Bedlam by M. T. Miller

BedlamBedlam

by M. T. Miller
Series: The Nameless Chronicle, #4

eARC, 210 pg.
2017

Read: November 27 – 28, 2017


I was excited to open my email and see a new book from M. T. Miller waiting for me — but I’m not ready to say goodbye to this series. I do think this was the right point to wrap things up and exit, I just liked life better when I wondered when there’d be a new book about Nameless.

How to talk about this . . . this is really hard without just spilling the beans about everything.

We met Nameless as he seemingly climbed out of his own grave into a dystopian future of the Western US, not knowing anything about himself (inluding, obviously his name), but with a particular set of skills that enabled him to kill — which also seemed restorative. But he didn’t seem to be a monster. After three books of struggle to survive and find some measure of success, Nameless finally succeeded. He accomplished everything he set out to do, and then found a better way to look at life, an equanimity. Life still had challenges, but he has a new way to deal with them, a new confidence.

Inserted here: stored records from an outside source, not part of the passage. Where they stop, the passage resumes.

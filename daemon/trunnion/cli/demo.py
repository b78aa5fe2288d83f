"""`trunnion demo`: the invented scenario on the simulated mount, in fast motion."""

import sys
import time
from collections.abc import Callable
from typing import TYPE_CHECKING, Annotated

import typer

from trunnion.cli.contact_table import is_in_order, plain_results, print_results
from trunnion.cli.errors import FAILED
from trunnion.cli.output import print_json, say

if TYPE_CHECKING:
    from trunnion.service.briefing import Briefing
    from trunnion.service.rehearsal import Rehearsal
    from trunnion.service.turn import Turn

FRAME_S = 0.1
"""Time from picture to picture."""


def demo(
    *,
    speed: Annotated[
        float,
        typer.Option(min=1, max=100_000, metavar="TIMES", help="Times as fast as real time."),
    ] = 300.0,
    as_json: Annotated[
        bool, typer.Option("--json", help="Print JSON at the end, and nothing else.")
    ] = False,
) -> None:
    """Track an invented plan with a simulated mount, in fast motion; ends with a table."""
    from trunnion.cli.init import example_folder
    from trunnion.service.rehearsal import rehearsal_of

    briefing, rehearsal = rehearsal_of(example_folder() / "station.yaml", None)
    if as_json:
        _fly(rehearsal, lambda _: None, speed=float("inf"))
        print_json(plain_results(briefing, rehearsal))
    else:
        _show(briefing, rehearsal, speed)
        print_results(briefing, rehearsal)
        say("This was the simulator. `trunnion init FOLDER` writes the files of this station.")
    if not is_in_order(briefing, rehearsal):
        raise typer.Exit(FAILED)


def _show(briefing: "Briefing", rehearsal: "Rehearsal", speed: float) -> None:
    if not sys.stdout.isatty():
        _fly(rehearsal, _Teller(), speed)
        return
    from rich.live import Live

    from trunnion.cli.scene import draw

    with Live(auto_refresh=False, transient=True) as live:
        _fly(rehearsal, lambda turn: live.update(draw(briefing, turn), refresh=True), speed)


def _fly(rehearsal: "Rehearsal", show: "Callable[[Turn], None]", speed: float) -> None:
    """Fly at most so many times as fast as real time while the mount moves; rests are skipped."""
    from trunnion.service.rehearsal import RESTING

    before: Turn | None = None
    due_s = shown_s = time.monotonic()
    for turn in rehearsal.turns():
        if before is not None and before.decision.phase not in RESTING:
            due_s += (turn.mono_s - before.mono_s) / speed
        before = turn
        now_s = time.monotonic()
        if now_s >= shown_s + FRAME_S:
            shown_s = now_s
            show(turn)
        if due_s > now_s + FRAME_S:
            time.sleep(due_s - now_s)
        due_s = max(due_s, now_s - FRAME_S)


class _Teller:
    """Without a terminal: a line whenever the mount begins to do something else."""

    def __init__(self) -> None:
        self._told: tuple[object, object] | None = None

    def __call__(self, turn: "Turn") -> None:
        from trunnion.sky.instants import format_utc

        assignment = turn.decision.assignment
        contact = assignment.contact if assignment else ""
        told = (turn.decision.phase, contact)
        if told != self._told:
            self._told = told
            say(f"{format_utc(turn.utc_s, 0)}  {turn.decision.phase.value:<10} {contact}")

Then something appears, ready to take it all away — and how will Nameless react? Very differently than he would’ve before (while consistent with the guy we’ve come to know).

Not only that — but a lot of the mysteries surrounding Nameless are resolved. Questions I stopped hoping/expecting to get answers to were answered as we say goodbye to him and the world that Miller has created for us.

There’s a good degree of character development here for both Nameless and Rush — and a believable lack thereof for many others. Characters you liked in earlier books, you’ll still like. Characters that you were ambiguous toward earlier, you’ll probably still be ambiguous about.

About halfway through the book, Miller changes the rules — he does something gutsy and incredibly hard to discuss without ruining. Just when you get to the point where you pretty much accept what he’s doing, he changes it again. Up to this point, this was my favorite of the books — I really got into things. I liked it less with each new tack. Not that I didn’t appreciate the ambition, or Miller’s skill — it just changed Nameless’ story from Story Type X to Story Type Z. And I’ve never been a fan of Z, I don’t hate Z, but it’s just not my cup of tea. The more I think about it, I can see where this is justified by everything that’s happened throughout the series, and I can even defend it. I just don’t like it.

I guess you can compare it to what happened at the end of Lost or Moore’s Battlestar (both of which I liked, I should mention) or — the writers of those made a choice and executed it. I appreciate Miller’s choice and execution, but it’s just not something that’s every going to appeal to me. Basically this series consists of 1 novella and 3.5 novels that I enjoyed with .5 novels that was well done, but not my taste.

Like I said, I do think that this was the time to leave the series, I think Miller had done everything he could with Nameless, Rush and the rest. I wasn’t crazy about how he landed the plane, but I appreciated it for what it was. I can easily see others thinking I’m wrong about Z, and really digging the parts of the book that leave me cold — so please don’t take anything I said as a discouragement from reading either this book, or the series. I’m really looking forward to whatever he ends up doing next, because I do think I can see Miller’s growth over these 5 novels/novellas. It was a heckuva a ride, and I’m glad I came along for the ride. I heartily recommend it.

Disclaimer: I was provided a copy of this book by the author in exchange for this post and my honest opinion. Thanks, Mr. Miller! This didn’t impact my opinion of the book in any discernible way.